The players in Washington create the atomsphere in which local politics occur.  That is, a president like George Bush can make federal level policy and bureaucratic administration so obstructive that local politics become shoring up of dikes, attempts to stave off catastrophe in poor communities or in rivers and streams, woodlands and lakes.  In the best case a president like Obama can make local politics the art of adapting federal level initiatives to particular places, particular situations while continuing the local political level work that has no federal equivalent.

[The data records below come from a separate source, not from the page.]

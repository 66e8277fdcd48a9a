"""What is proposed next: only what the gate, the state, the kit and the record allow."""

from functools import cache

import msgspec
import pytest

from calc.errors import InputError
from calc.kinds import MODELS
from calc.quantities import DC_KINDS, ENERGISED_STATES, RUNNING_STATES
from calc.sheet_io import sheet_from_plain
from rules.gate import gate, situation_of
from rules.weigh.settings import weighing
from tests.rules.makers import case, insulation, reading, shipped, windings

from .cases import answer, kits, nonsense, simulated

KINDS_HERE = sorted(MODELS)
STOPS = ("shock_from_frame", "smoke_or_burning")


@cache
def sheets():
    """Some fifty sheets of anything, all kinds with a model."""
    found = []
    for seed in range(5000, 5070):
        try:
            found.append(sheet_from_plain(nonsense(seed, wild=0.0, kinds=tuple(KINDS_HERE))))
        except InputError:
            continue
    return found


@cache
def answered():
    return [(sheet, answer(sheet)) for sheet in sheets()]


def states_of(item):
    """States in which an item could be had."""
    if item.state:
        return {item.state}
    states = set(shipped().observations[item.observation].states)
    return {"isolated"} if states & {"any", "isolated"} else states


def gate_of(sheet, found):
    return gate(sheet, shipped(), suspects={f.id: f.probability for f in found.faults})


def test_the_sample_is_worth_asking():
    assert len(answered()) > 30
    assert sum(len(found.next) for _, found in answered()) > 200


def test_nothing_is_proposed_in_a_state_that_the_gate_forbids():
    for sheet, found in answered():
        state = gate_of(sheet, found)
        for item in found.next:
            assert any(not state.forbids(name) for name in states_of(item)), (sheet, item.key)


def test_nothing_is_proposed_that_needs_a_start_which_the_gate_forbids():
    for sheet, found in answered():
        state = gate_of(sheet, found)
        for item in found.next:
            # What runs with its load now is read as it runs; every other running state takes a start.
            runs_so = item.state == "loaded" and situation_of(sheet, shipped()) == "found_running"
            must_start = (
                item.state in RUNNING_STATES
                and not runs_so
                and not any(r.state == item.state for r in sheet.readings)
            )
            assert not (must_start and state.forbids("starting")), (sheet.complaint, item.key)


@pytest.mark.parametrize("kind", KINDS_HERE)
@pytest.mark.parametrize("complaint", STOPS)
def test_after_a_complaint_that_means_stop_nothing_energised_is_proposed(kind, complaint):
    found = answer(case(complaint, kind=kind, nameplate={}))
    assert found.energise.gate == "shut"
    for item in found.next:
        assert states_of(item) - ENERGISED_STATES, item.key


def test_over_low_insulation_nothing_energised_is_proposed_whatever_else_is_known():
    for sheet in sheets()[::4]:
        low = msgspec.structs.replace(sheet, readings=(*sheet.readings, insulation("0.7 Mohm")))
        for item in answer(low).next:
            assert states_of(item) - ENERGISED_STATES, (low, item.key)


def test_nothing_is_proposed_twice():
    for sheet, found in answered():
        taken = {r.key for r in sheet.readings} | set(sheet.observations)
        keys = [item.key for item in found.next]
        assert not taken & set(keys)
        assert len(set(keys)) == len(keys)


def test_nothing_is_proposed_that_the_kit_cannot_read():
    rules = shipped().readings
    for sheet, found in answered():
        for item in found.next:
            if item.measure and sheet.kit is not None:
                assert (set(sheet.kit) | {"eyes"}) & set(rules[item.measure].instruments), item.key


@pytest.mark.parametrize("tool", sorted(kits()))
def test_one_tool_alone_is_all_that_is_asked_for(tool):
    sheet = msgspec.structs.replace(case("runs_hot"), kit=(tool,))
    for item in answer(sheet).next:
        assert not item.measure or {tool, "eyes"} & set(shipped().readings[item.measure].instruments)


def test_an_empty_kit_leaves_eyes_and_ears():
    sheet = msgspec.structs.replace(case("noisy_or_vibrating"), kit=())
    found = answer(sheet).next
    assert found
    assert all(not i.measure or "eyes" in shipped().readings[i.measure].instruments for i in found)


def test_a_stall_is_never_arranged():
    assert not [i for _, found in answered() for i in found.next if i.state == "stalled"]


def test_a_series_motor_is_never_uncoupled():
    for sheet, found in answered():
        if sheet.machine.kind == "dc_series":
            assert not [i for i in found.next if i.state == "no_load"]


def test_only_measures_of_the_kind_are_proposed():
    for sheet, found in answered():
        for item in found.next:
            if item.measure:
                rule = shipped().readings[item.measure]
                assert {"any", sheet.machine.kind} & set(rule.kinds), item.key
                assert sheet.machine.kind in DC_KINDS or not item.measure.startswith(
                    ("armature", "field", "brush")
                )


def test_every_proposal_says_where_the_leads_go_what_it_costs_and_what_it_brings():
    for _, found in answered():
        for item in found.next:
            assert item.leads
            assert item.minutes > 0.0
            assert item.why
            tells = item.gain_bits >= weighing().proposal.least_bits * 0.99
            assert tells or item.why.startswith("needed before energising"), item.key


def test_it_stops_when_nothing_is_worth_its_minutes():
    readings = [*simulated(2, "open_phase").readings, insulation("900 Mohm")]
    found = answer(msgspec.structs.replace(simulated(2, "open_phase"), readings=tuple(readings)))
    assert found.faults[0].probability > 0.97
    assert len(found.next) <= 3


def test_a_motor_that_does_not_start_is_first_looked_at_where_it_costs_little():
    found = answer(case("will_not_start"))
    assert found.next
    assert found.next[0].minutes <= 5.0
    assert all(states_of(item) & {"isolated", "standby"} for item in found.next[:3])


def test_a_reading_brings_the_values_to_expect():
    sheet = case(
        "trips_under_load", insulation("350 Mohm"), windings(), reading("speed", "loaded", "1455 rpm")
    )
    asked = [item for item in answer(sheet).next if item.measure == "line_current"]
    assert asked
    assert all("A" in item.expect for item in asked)


def test_a_proposed_reading_tells_two_suspects_apart_and_expects_different_values_of_them():
    proposed = 0
    for _, found in answered():
        names = {f.name for f in found.faults}
        for item in found.next:
            if not item.gain_bits or item.observation:
                continue
            parts = dict(part.split(": ", 1) for part in item.expect.split("; ") if ": " in part)
            one, other = parts
            assert item.why == f"tells {one} from {other}"
            assert {one, other} <= names
            assert parts[one] != parts[other], item.key
            proposed += 1
    assert proposed > 20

Whether Obama can turn the great ship US Bureaucracy and Law very far from its collision course with the natural world remains to be seen.  Presidents don’t matter much to me unless, as in George W. Bush’s case and Ronald Reagan’s, they ignore science, shove aside the poor and pretend the rest of the world doesn’t matter.   Yes, they entangle us in wars and produce fiscal policy that either mainline’s greed or provides reasonable checks and balances, and, yes, these matters are of crucial importance to certain people in certain situations; but my day to day reality, the politics of economic justice and the politics of sound ecology, must go forward no matter what the national government does.

So, I hope Obama will prove helpful in some way, but I’m not counting on it.  We still have to push the Clean Car initiatives and Mining without Harm.  Programs to help folks get back to work have to get money from somewhere.  Affordable housing has to get built.

In my youth I believed, along with many of my contemporaries, that a mass movement could push the federal government into stopping a war, creating a just economic society and dismantling racial barriers.  Now I understand that it is much more important to keep on working at the local level, doing those things that are necessary to  move what can be moved.  Why?  Because anticipating the federal government will, with a single whoosh, solve a problem is like imagining Daddy can come and solve everyone of your problems.  Can Dad help?  Sure.  But only if you’re ready and able to receive help.  That’s the local politics.  And it goes on whether Richard Nixon or Bill Clinton is in office, Ronald Reagan or Jimmy Carter, and, yes, George W. Bush or Barack Obama.

Woolly Mammoth Meeting.

Just drove in from Minneapolis and another Woolly meeting.  Road spray coated the windshield as snow spit out from a darkened, starless sky.

We met and discussed the financial situation around supper.  Almost uniform pessissism and gloom.  It felt weird to me to have this kind of conversation in Charlie Haislet’s top floor, two level condominium with its rooftop garden, first floor balcony and its grand view of downtown.   We, as a group, while not uniform in our resources are uniform in that none of us face starvation, homelessness or even severe disruption.  Have some of us lost thousands, even hundreds of thousands of paper dollars?  Yes.  Does that make us poor?  No.

The worst that could happen is that some of us might have to downsize our homes, live more modestly.  Does that mean a diminished quality of life?  No.

After supper we discussed the next four years and our assessment of where our country would be at the end of Obama’s first administration.  There was a surprising (to me) note of optimism that dominated.  Some of this seemed to be a hope that Obama as an African-American changes the playing field by his presence on it.  Some of it seem to be a hope that we will work our way through the changes in the fiscal situation because we must.  Charlie H worries that an Obama administration will take their eye off the security ball and we will have a nation less safe.  He also worries that throwing government money at the problem is nonsense.  I did not follow that part of what he said.

Frank thought a lot of unprintable things.